> **Records supplied**:
#[test]
fn sampling_and_reversal() {
    for p in palette::builtin() {
        let c = p.colours();
        assert_eq!(p.sample(0.0), c[0]);
        assert_eq!(p.sample(1.0), c[PALETTE_LEN - 1]);
        assert_eq!(p.sample(2.0), c[PALETTE_LEN - 1]);
        assert_eq!(p.sample(100.0 / 255.0), c[100]);
        // Between two entries the sample lies channel-wise between them.
        let s = p.sample(100.5 / 255.0);
        for k in 0..3 {
            let (a, b) = (c[100][k].min(c[101][k]), c[100][k].max(c[101][k]));
            assert!((a..=b).contains(&s[k]), "{}", p.name());
        }
        let r = p.reversed();
        for i in 0..PALETTE_LEN {
            assert_eq!(r.colours()[i], c[PALETTE_LEN - 1 - i]);
        }
        assert_eq!(r.reversed().colours(), c);
        let by = by_name(&format!("{}-reversed", p.name())).unwrap();
        assert_eq!(by.colours(), r.colours());
    }
    // Sampled lightness along a sequential palette never falls by more than 0.2 L* (channel
    // interpolation between two rising entries can dip slightly; a table step is ≈ 0.35).
    for p in palette::builtin()
        .iter()
        .filter(|p| p.kind() == PaletteKind::Sequential)
    {
        let mut prev = -1.0;
        for i in 0..=2000 {
            let l = lightness8(p.sample(f64::from(i) / 2000.0));
            assert!(l >= prev - 0.2, "{} at {i}: {prev} then {l}", p.name());
            prev = l;
        }
    }
}

// ---- files ---------------------------------------------------------------------------------

fn palettes_dir() -> PathBuf {
    Path::new(env!("CARGO_MANIFEST_DIR")).join("../palettes")
}

#[test]
fn committed_files_equal_the_generator() {
    let dir = palettes_dir();
    let files = palette::generated_files();
    assert!(files.iter().any(|f| f.name == "README.md"));
    for f in &files {
        let path = dir.join(&f.name);
        let on_disk = std::fs::read_to_string(&path).unwrap_or_else(|e| {
            panic!(
                "{}: {e}; run `fanmark palettes --write palettes/`",
                path.display()
            )
        });
        assert!(
            on_disk == f.text,
            "{} differs from the generator; run `fanmark palettes --write palettes/`",
            path.display()
        );
    }
    // Every committed palette file reads back into the built-in palette.
    for p in palette::builtin() {
        let path = dir.join(format!("{}.json", p.name()));
        assert_eq!(&Palette::read(&path).unwrap(), p);
    }
}

#[test]
fn malformed_palette_files_get_clear_errors() {
    let p = by_name(palette::SEESAW).unwrap();
    let good = p.to_json();
    let path = Path::new("bad/seesaw.json");
    let bad_hex = good.replacen(&fanmark_core::colour::to_hex(p.colours()[3]), "#12zz56", 1);
    let e = Palette::from_json(&bad_hex, path).unwrap_err().to_string();
    assert!(e.contains("bad/seesaw.json"), "{e}");
    assert!(e.contains("#12zz56") && e.contains("#rrggbb"), "{e}");
    assert!(e.contains("line"), "{e}");

    let mut v: serde_json::Value = serde_json::from_str(&good).unwrap();
    v["colours"].as_array_mut().unwrap().truncate(10);
    let e = Palette::from_json(&v.to_string(), path)
        .unwrap_err()
        .to_string();
    assert!(e.contains("expected 256 colours, found 10"), "{e}");

    let mut v: serde_json::Value = serde_json::from_str(&good).unwrap();
    v["kind"] = serde_json::Value::String("circular".into());
    let e = Palette::from_json(&v.to_string(), path)
        .unwrap_err()
        .to_string();
    assert!(e.contains("circular"), "{e}");
}

// ---- companion overlay colours -------------------------------------------------------------

#[test]
fn companions_are_mutually_distinct_for_every_observer() {
    let set = companions();
    assert!((8..=10).contains(&set.len()), "{} colours", set.len());
    for (who, bound) in [
        (None, COMPANION_MIN_DELTA_E),
        (
            Some(Deficiency::Protanopia),
            COMPANION_MIN_DELTA_E_DICHROMAT,
        ),
        (
            Some(Deficiency::Deuteranopia),
            COMPANION_MIN_DELTA_E_DICHROMAT,
        ),
    ] {
        for i in 0..set.len() {
            for j in i + 1..set.len() {
                let d = delta_e_seen(set[i].fill, set[j].fill, who);
                assert!(
                    d >= bound,
                    "{who:?}: {} and {} only {d} apart (bound {bound})",
                    set[i].name,
                    set[j].name
                );
            }
        }
        assert!(companion_min_delta_e(who) >= bound);
    }
    let mut names: Vec<&str> = set.iter().map(|c| c.name.as_str()).collect();
    names.sort_unstable();
    names.dedup();
    assert_eq!(names.len(), set.len(), "names are unique");
}

#[test]
fn every_companion_reads_on_every_palette() {
    // A line drawn in its fill over an outline one pixel wider: on any background, fill or
    // outline must stand out by at least READ_DE. Since fill and outline are ≥ 0.45 apart,
    // the triangle inequality guarantees ≥ 0.225 everywhere; check it on every table entry,
    // also as seen with deuteranopia and protanopia.
    const READ_DE: f64 = 0.2;
    for c in companions() {
        assert!(
            delta_e_seen(c.fill, c.outline, None) >= COMPANION_MIN_OUTLINE_DELTA_E,
            "{}",
            c.name
        );
        for p in palette::builtin() {
            for who in [
                None,
                Some(Deficiency::Protanopia),
                Some(Deficiency::Deuteranopia),
            ] {
                for &bg in p.colours() {
                    let best = delta_e_seen(c.fill, bg, who).max(delta_e_seen(c.outline, bg, who));
                    assert!(
                        best >= READ_DE,
                        "{} on {} ({who:?}) at {bg:?}: {best}",
                        c.name,
                        p.name()
                    );
                }
            }
        }
    }
}

#[test]
fn companion_file_round_trips() {
    let text = std::fs::read_to_string(palettes_dir().join("companions.json")).unwrap();
    let back: Vec<palette::Companion> = serde_json::from_str(&text).unwrap();
    assert_eq!(back.as_slice(), companions());
    // Fills are not neutral: each has an Oklab chroma of at least 0.1.
    for c in companions() {
        let lab = srgb8_to_oklab(c.fill);
        assert!(lab[1].hypot(lab[2]) >= 0.1, "{}", c.name);
        assert!(delta_e_ok(lab, srgb8_to_oklab([128, 128, 128])) > 0.1);
    }
}
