/// The Landau-index fit and the Berry phase it implies.
#[derive(Debug, Clone, PartialEq, Serialize, Deserialize)]
pub struct IndexFit {
    /// The minima used.
    pub points: Vec<IndexPoint>,
    /// Fit N = slope·(1/B) + intercept: slope in T, intercept dimensionless.
    pub fit: LineFit,
    /// Intercept N₀ (the convention above).
    pub intercept: f64,
    /// Its standard error.
    pub intercept_err: f64,
    /// Berry phase φ_B / π in [0, 2).
    pub berry_phase_over_pi: f64,
    /// Its standard error, in units of π.
    pub berry_phase_err_over_pi: f64,
    /// Frequency from the slope, T.
    #[serde(rename = "frequency_from_slope_T")]
    pub frequency_from_slope_t: f64,
    /// The same minima with the slope held at the spectrum's fundamental B_F, which the whole
    /// trace fixes far better than a few minima do: N₀ = mean(N − B_F/B_N) (common practice
    /// when only a few minima are in the window).
    pub at_spectrum_slope: InterceptAtSlope,
    /// The indexing convention, in words.
    pub convention: String,
}

/// The Landau-index intercept with the slope held at a given frequency.
#[derive(Debug, Clone, PartialEq, Serialize, Deserialize)]
pub struct InterceptAtSlope {
    /// The slope held, T.
    #[serde(rename = "slope_T")]
    pub slope_t: f64,
    /// Intercept N₀ with the same labels as the free fit.
    pub intercept: f64,
    /// Its standard error: the scatter of N − B_F/B_N over √(points) (with k − 1 degrees of
    /// freedom).
    pub intercept_err: f64,
    /// Berry phase φ_B / π in [0, 2).
    pub berry_phase_over_pi: f64,
    /// Its standard error, in units of π.
    pub berry_phase_err_over_pi: f64,
}

/// N₀ = mean(N − slope·x) and its standard error.
fn intercept_at_slope(x: &[f64], y: &[f64], slope: f64) -> InterceptAtSlope {
    let k = x.len() as f64;
    let r: Vec<f64> = x.iter().zip(y).map(|(&x, &y)| y - slope * x).collect();
    let mean = r.iter().sum::<f64>() / k;
    let var = r.iter().map(|v| (v - mean).powi(2)).sum::<f64>() / (k - 1.0).max(1.0);
    let err = (var / k).sqrt();
    InterceptAtSlope {
        slope_t: slope,
        intercept: mean,
        intercept_err: err,
        berry_phase_over_pi: (-2.0 * mean).rem_euclid(2.0),
        berry_phase_err_over_pi: 2.0 * err,
    }
}

/// Everything the analysis found, and what a figure needs to show it.
#[derive(Debug, Clone, PartialEq, Serialize, Deserialize)]
pub struct SdhResult {
    /// The options used.
    pub options: SdhOptions,
    /// Where the trace was taken, if from a map.
    pub at: Option<At>,
    /// The trace in 1/B.
    pub trace: InverseFieldTrace,
    /// The amplitude spectrum (up to half the sampling frequency).
    pub spectrum: Spectrum,
    /// Peaks above the threshold, strongest first.
    pub peaks: Vec<Peak>,
    /// The fundamental frequency B_F, T.
    #[serde(rename = "frequency_T")]
    pub frequency_t: f64,
    /// Oscillations of the fundamental inside the window, B_F·(1/B_min − 1/B_max).
    pub oscillations: f64,
    /// Density n = g e B_F / h, m⁻².
    pub density_m2: f64,
    /// The calibrated density at this trace (gate model, or the map's density axis), m⁻².
    pub calibrated_density_m2: Option<f64>,
    /// (n_SdH − n_calibrated)/|n_calibrated|.
    pub density_mismatch: Option<f64>,
    /// The Landau-index fit, when asked for and possible.
    pub index: Option<IndexFit>,
    /// Why the index fit was not made, when it was asked for but not possible.
    pub index_error: Option<String>,
}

> **Directions**: Going through the records above, count the lines that hold "text" and answer with the count alone.

> **Task answer**: 3